Since I updated my U1 to firmware 1.4.0 I recognized some strange things happening in my network:
Environment: FritzBox 7530 FW 8.25. 2x TPLink AX55 as AP
Several time per day my network got unusable slow - so I took a closer look:
I saw constant internal traffic up to ~5MBit/sec, which I never recognized before.
I used Wireshark to find out more about it and saw several of my Amazon Echos (Dot3, Dot4, Echo4, Pop) sending hundreds of broadcasts per second, which completely jammed my network.
This happens several times per day and I cannot see a reproducible reason.
My solution is to disconnect the Echo from power, or reboot it from the Amazon App.
Example (U1-81100260116000478PW7 is my Snapmaker U1. The IP is assigned by the FritzBox - DHCP reseved.):
4664 4.290846 192.168.178.167 224.0.0.251 MDNS 89 Standard query 0x0000 AAAA U1-81100260116000478PW7.local, “QM” question
4665 4.290846 fe80::76d4:23ff:fe0f:6680 ff02::fb MDNS 109 Standard query 0x0000 AAAA U1-81100260116000478PW7.local, “QM” question
Has anybody seen this before, or maybe a solution for this?
Thanks, Stefan
How sure are you this only started with 1.4.0 and wasn’t there before but you didn’t notice?
If you disconnect the U1 from your network during one of these “storms”, does the traffic stop?
You imply rebooting an Echo stops the traffic – how long for? You listed for Echoes, so is only one participating at once?
I have no idea what that Wireshark snippet is saying, put personally I wouldn’t have one of those spyware devices (Echoes) on my network! If you must, how about isolating them on a separate subnet.
No, I’m not sure, that it really started with 1.4.0 - I only recognized the problem some hours after I did the update. I’m not even sure, that the root cause is the U1, as the information you get from Amazon is not very detailed. Network Configuration options for both products are limited - so at the moment I’m only trying to find out what’s going on in my network.
If I make the U1 powerless, the broadcast traffic stops “a while” later. Sorry - I cannot be more specific, I only tried this one time.

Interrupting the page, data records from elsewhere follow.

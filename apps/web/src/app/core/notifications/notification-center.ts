import { LiveAnnouncer } from '@angular/cdk/a11y';
import { computed, effect, inject, Injectable, signal, untracked } from '@angular/core';
import type { Notification } from '@barwright/contracts';
import { Subject } from 'rxjs';
import { AuthStore } from '../auth/auth-store';
import { NotifySocketClient } from '../realtime/socket-client';
import { NotificationsApi } from './notifications-api';

/**
 * The signed-in member's notifications as the whole app sees them: the unread count for the bell,
 * kept live over the notification socket, and a stream of new ones for the notifications page.
 */
@Injectable({ providedIn: 'root' })
export class NotificationCenter {
  private readonly auth = inject(AuthStore);
  private readonly socket = inject(NotifySocketClient);
  private readonly api = inject(NotificationsApi);
  private readonly announcer = inject(LiveAnnouncer);
  private readonly count = signal(0);
  private readonly arrivals = new Subject<Notification>();
  /** Only a change of account reconnects (saving one's profile gives a new `me` with the same id). */
  private readonly userId = computed(() => this.auth.me()?.id ?? null);

  readonly unread = this.count.asReadonly();
  readonly live = computed(() => this.socket.state() === 'live');
  /** Notifications as they arrive (the page prepends them to its list). */
  readonly incoming$ = this.arrivals.asObservable();

  constructor() {
    // One connection per signed-in account: a new sign-in (or another account) reconnects, signing out closes it.
    effect(() => {
      const userId = this.userId();
      untracked(() => (userId ? this.start() : this.stop()));
    });
  }

  /** The count the server answered to a REST call (marking read). */
  setUnread(unread: number): void {
    this.count.set(unread);
  }

  private start(): void {
    void this.socket.connect({
      'notification:new': (notification, unread) => {
        this.count.set(unread);
        this.arrivals.next(notification);
        void this.announcer.announce(`New notification: ${notification.text}`, 'polite');
      },
      'notification:unread': (unread) => this.count.set(unread),
    });
    // The socket says the count once connected; REST answers too, in case the socket cannot get through.
    void this.api.list({ limit: 1 }).then(
      (list) => this.count.set(list.unread),
      () => undefined,
    );
  }

  private stop(): void {
    this.socket.disconnect();
    this.count.set(0);
  }
}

Rebooting / power cycling an Echo stops these broadcast for a minimum of ~30 min, but it may also take hours until the device starts broadcasting again - as far as I recognized it for now.
No, not limited to one device - when I diged deeper into this, I had 5 Echos screaming into the network.
Simplified translation of the snippet: “U1-81100260116000478PW7.local - tell me your IPv6 address”.
Yes, I would like to isolate them in a dedicated subnet, but I would have to replace my current (WiFi) equipment - not a short term solution…
It seems to me the Echoes have spotted a device on the network and are bombing it with requests to identify itself, but it’s not responding. Enough reason not to have Echoes on anything but a firewalled separate network!